Hopf algebras

In this file we define HopfAlgebra, and provide instances for:

• Commutative semirings: CommSemiring.toHopfAlgebra

Main definitions

• HopfAlgebra R A : the Hopf algebra structure on an R-bialgebra A.
• HopfAlgebra.antipode : The R-linear map A →ₗ[R] A.

TODO

• Uniqueness of Hopf algebra structure on a bialgebra (i.e. if the algebra and coalgebra structures agree then the antipodes must also agree).

• antipode 1 = 1 and antipode (a * b) = antipode b * antipode a, so in particular if A is commutative then antipode is an algebra homomorphism.

• If A is commutative then antipode is necessarily a bijection and its square is the identity.

References

• [C. Kassel, Quantum Groups (§III.3)][Kassel1995]

class HopfAlgebra (R : Type u) (A : Type v) [CommSemiring R] [Semiring A] extends Bialgebra : Type (max u v)

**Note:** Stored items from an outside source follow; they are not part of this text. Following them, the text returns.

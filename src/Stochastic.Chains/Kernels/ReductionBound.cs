namespace Stochastic.Chains.Kernels;

/// <summary>
/// The a priori entrywise bound of <see cref="StateReduction"/> followed by <see cref="ReductionSolve.Stationary"/>, as built here.
/// </summary>
/// <remarks>
/// If every elimination of a state leaves entries within factors [(1 - u)^d, (1 - u)^-d] of the exact elimination of the table before it, each
/// ratio of stationary probabilities moves by at most (1 - u)^±2(m - 1)d, m states remaining: by the Markov chain tree theorem it is a ratio
/// of sums of products of m - 1 rates (perturbation result: O'Cinneide 1993). The constants count roundings per eliminated state for the
/// block, band and step forms together, with two roundings per multiply-add, for nothing promises that it is fused.
/// </remarks>
internal static class ReductionBound
{
    private const double UnitRoundoff = 1.0 / (1L << 53);

    private const double AddCost = 2;
    private const double Band = 8;

    /// <summary>A bound on the relative error of every stationary probability of so many states; +∞ where it would say nothing.</summary>
    internal static double OfStationary(int states)
    {
        var others = states - 1.0;
        return OfRoundings((others * (others - 1) * PerState(states)) + (others * PerFactor(states)) + (2 * AddCost * others) + (states / 4.0) + 5);
    }

    /// <summary>
    /// A bound on the relative error of every entry of a solution of a system with exits, whose right-hand side is non-negative; +∞ where
    /// it would say nothing. An entry is a ratio of sums of products of at most as many rates as there are pivots (matrix forest theorem);
    /// the right-hand side is carried along like one more exit column, and substitution is one more sum for each state. Several moves merged
    /// into one entry beforehand are roundings of the data.
    /// </summary>
    internal static double OfSystem(int pivots, int columns, int merges)
    {
        var substitution = (columns / 4.0) + AddCost + 6;
        return OfRoundings(
            (pivots * (pivots + 1.0) * PerState(columns)) + (pivots * (PerFactor(columns) + AddCost + substitution)) + (2 * AddCost * pivots) +
            (2.0 * (pivots + 1) * merges) + substitution);
    }

    private static double PerState(int columns)
    {
        var sum = (columns / 4.0) + 6;
        return IsBlocked(columns)
            ? sum + (3 * AddCost * WidestBlock) + (WidestBlock / 4) + (((3 * AddCost) + 1) * Band) + (14 * AddCost) + 21
            : sum + (AddCost * (Band + 6)) + 8;
    }

    private static double PerFactor(int columns) => PerState(columns) + (((4 * AddCost) + 1) * (IsBlocked(columns) ? WidestBlock : Band)) + 3;

    private static bool IsBlocked(int columns) => columns >= BlockReduction<TileKernel512>.SmallestTable;

    private static double WidestBlock => BlockReduction<TileKernel512>.WidestBlock;

    /// <summary>The bound for so many roundings one after the other, each a factor from 1 - u to 1 / (1 - u); +∞ where it would say nothing.</summary>
    internal static double OfRoundings(double roundings)
    {
        var error = roundings * UnitRoundoff;
        return error < 0.5 ? error / (1 - (2 * error)) : double.PositiveInfinity;
    }
}
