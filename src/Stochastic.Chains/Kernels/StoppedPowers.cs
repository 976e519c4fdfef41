namespace Stochastic.Chains.Kernels;

/// <summary>
/// What happens within 1, 2, 4, 8, … steps to those on the way: tables [Q | arrived | lost] whose rows sum to one, each from the one before
/// by Q² and arrived + Q · arrived. Non-negative numbers only; rows are divided by their sum, so that the total stays one. Finds the number
/// of steps in which a given share has arrived, however large, by doubling and then halving.
/// </summary>
internal sealed class StoppedPowers : IDisposable
{
    private const int MostPowers = 1023;

    private readonly List<WorkTable> _powers = [];
    private readonly int _states;
    private readonly WorkSharing _sharing;
    private readonly Action<int> _admit;

    /// <summary>Takes the table of one step over, with two columns for those who arrive and those who lose the way.</summary>
    /// <param name="step">The table [Q | arrived | lost].</param>
    /// <param name="states">The number of states on the way.</param>
    /// <param name="sharing">The threads that share the work.</param>
    /// <param name="admit">Called with the number of tables before one more is made; throws when they take too much memory.</param>
    internal StoppedPowers(WorkTable step, int states, WorkSharing sharing, Action<int> admit)
    {
        _powers.Add(step);
        _states = states;
        _sharing = sharing;
        _admit = admit;
        Normalize(step.View);
    }

    /// <summary>The columns of a table.</summary>
    internal static int Columns(int states) => states + 2;

    public void Dispose() => _powers.ForEach(power => power.Dispose());

    /// <summary>
    /// The smallest number of steps in which those starting in a state have arrived as asked, as far as rounding lets one tell; +∞ when they never do.
    /// </summary>
    internal double Quantile(int start, QuantileQuestion question, CancellationToken cancellation)
    {
        while (!question.IsReached(_powers[^1].View[start, _states], OnTheWay(_powers[^1].View, start)))
        {
            cancellation.ThrowIfCancellationRequested();
            if (OnTheWay(_powers[^1].View, start) == 0 || _powers.Count > MostPowers)
            {
                return double.PositiveInfinity;
            }

            _admit(_powers.Count + 1);
            _powers.Add(Square(_powers[^1].View));
        }

        return 1 + StepsBefore(start, question);
    }

    private double OnTheWay(MatrixView power, int state) => VectorLoops.Sum(power.Row(state, 0, _states));

    /// <summary>The largest number of steps in which fewer have arrived than asked.</summary>
    private double StepsBefore(int start, QuantileQuestion question)
    {
        var (steps, arrived) = (0.0, default(CompensatedSum));
        var (current, next) = (new double[_states], new double[_states]);
        current[start] = 1;
        for (var power = _powers.Count - 2; power >= 0; power--)
        {
            var view = _powers[power].View;
            var (more, onTheWay) = (arrived, default(CompensatedSum));
            for (var state = 0; state < _states; state++)
            {
                more.Add(current[state] * view[state, _states]);
                onTheWay.Add(current[state] * OnTheWay(view, state));
            }

            if (question.IsReached(more.Value, onTheWay.Value))
            {
                continue;
            }

            arrived = more;
            steps += Math.ScaleB(1, power);
            next.AsSpan().Clear();
            for (var state = 0; state < _states; state++)
            {
                if (current[state] != 0)
                {
                    VectorLoops.AddScaled(current[state], view.Row(state, 0, _states), next);
                }
            }

            (current, next) = (next, current);
        }

        return steps;
    }

    private WorkTable Square(MatrixView power)
    {
        var square = WorkTable.Rent(_states, Columns(_states));
        for (var state = 0; state < _states; state++)
        {
            var row = square.View.Row(state, 0, Columns(_states));
            row.Clear();
            power.Row(state, _states, 2).CopyTo(row[_states..]);
        }

        MatrixMultiply.Add(power, power, square.View, _states, _states, Columns(_states), InstructionSet.Widest, _sharing);
        Normalize(square.View);
        return square;
    }

    private void Normalize(MatrixView table)
    {
        for (var state = 0; state < _states; state++)
        {
            var row = table.Row(state, 0, Columns(_states));
            VectorLoops.Divide(row, CompensatedSum.Of(row), row);
        }
    }
}
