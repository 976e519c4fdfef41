namespace Stochastic.Chains.Kernels;

/// <summary>When iterative refinement goes on, and how a correction is taken in.</summary>
internal static class Refinement
{
    /// <summary>The most corrections of one solution.</summary>
    internal const int MostSteps = 3;

    /// <summary>Half a unit in the last place: the rounding of the answer to a double that nothing can avoid.</summary>
    internal const double UnitRoundoff = 1.1102230246251565e-16;

    /// <summary>A relative error before the last rounding with which there is nothing left to gain.</summary>
    internal const double GoodEnough = UnitRoundoff / 16;

    private const double LargestCorrection = 1.0 / 16;

    /// <summary>Adds corrections to numbers high + low; false when one is so large that refinement cannot be contracting.</summary>
    internal static bool TryCorrect(ReadOnlySpan<int> states, ReadOnlySpan<double> corrections, double[] highs, double[] lows)
    {
        for (var k = 0; k < corrections.Length; k++)
        {
            var state = states[k];
            if (!(Math.Abs(corrections[k]) <= LargestCorrection * highs[state]))
            {
                return false;
            }

            (highs[state], lows[state]) = DoubleDouble.Add(highs[state], lows[state], corrections[k], 0);
        }

        return true;
    }
}
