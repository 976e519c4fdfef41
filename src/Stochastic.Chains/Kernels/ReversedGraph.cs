namespace Stochastic.Chains.Kernels;

/// <summary>The same arcs the other way round, as compressed rows; O(nodes + arcs).</summary>
internal readonly struct ReversedGraph : IGraphAlgorithm<SparseGraph>
{
    public SparseGraph Run<TGraph>(TGraph graph)
        where TGraph : struct, IGraph
    {
        var starts = new int[graph.NodeCount + 1];
        ForEachArc(graph, (_, target) => starts[target + 1]++);
        for (var node = 0; node < graph.NodeCount; node++)
        {
            starts[node + 1] += starts[node];
        }

        var next = starts.AsSpan(0, graph.NodeCount).ToArray();
        var sources = new int[starts[^1]];
        ForEachArc(graph, (source, target) => sources[next[target]++] = source);
        return new SparseGraph(starts, sources);
    }

    private static void ForEachArc<TGraph>(TGraph graph, Action<int, int> visit)
        where TGraph : struct, IGraph
    {
        for (var node = 0; node < graph.NodeCount; node++)
        {
            var cursor = graph.FirstCursor(node);
            for (var target = graph.NextTarget(node, ref cursor); target >= 0; target = graph.NextTarget(node, ref cursor))
            {
                visit(node, target);
            }
        }
    }
}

A Hopf algebra over a commutative (semi)ring R is a bialgebra over R equipped with an R-linear endomorphism antipode satisfying the antipode axioms.

• smul : R → A → A
• toFun : R → A
• map_one' : Algebra.toRingHom.toFun 1 = 1
• map_mul' : ∀ (x y : R), Algebra.toRingHom.toFun (x * y) = Algebra.toRingHom.toFun x * Algebra.toRingHom.toFun y
• map_zero' : Algebra.toRingHom.toFun 0 = 0
• map_add' : ∀ (x y : R), Algebra.toRingHom.toFun (x + y) = Algebra.toRingHom.toFun x + Algebra.toRingHom.toFun y
• commutes' : ∀ (r : R) (x : A), Algebra.toRingHom r * x = x * Algebra.toRingHom r
• smul_def' : ∀ (r : R) (x : A), r • x = Algebra.toRingHom r * x
• comul : A →ₗ[R] TensorProduct R A A
• counit : A →ₗ[R] R
• coassoc : ↑(TensorProduct.assoc R A A A) ∘ₗ LinearMap.rTensor A Coalgebra.comul ∘ₗ Coalgebra.comul = LinearMap.lTensor A Coalgebra.comul ∘ₗ Coalgebra.comul
• rTensor_counit_comp_comul : LinearMap.rTensor A Coalgebra.counit ∘ₗ Coalgebra.comul = (TensorProduct.mk R R A) 1
• lTensor_counit_comp_comul : LinearMap.lTensor A Coalgebra.counit ∘ₗ Coalgebra.comul = (LinearMap.flip (TensorProduct.mk R A R)) 1
• counit_one : Coalgebra.counit 1 = 1
• mul_compr₂_counit : LinearMap.compr₂ (LinearMap.mul R A) Coalgebra.counit = LinearMap.compl₁₂ (LinearMap.mul R R) Coalgebra.counit Coalgebra.counit
• comul_one : Coalgebra.comul 1 = 1
• mul_compr₂_comul : LinearMap.compr₂ (LinearMap.mul R A) Coalgebra.comul = LinearMap.compl₁₂ (LinearMap.mul R (TensorProduct R A A)) Coalgebra.comul Coalgebra.comul
• antipode : A →ₗ[R] A

  The antipode of the Hopf algebra.

• mul_antipode_rTensor_comul : LinearMap.mul' R A ∘ₗ LinearMap.rTensor A HopfAlgebra.antipode ∘ₗ Coalgebra.comul = Algebra.linearMap R A ∘ₗ Coalgebra.counit

  One of the antipode axioms for a Hopf algebra.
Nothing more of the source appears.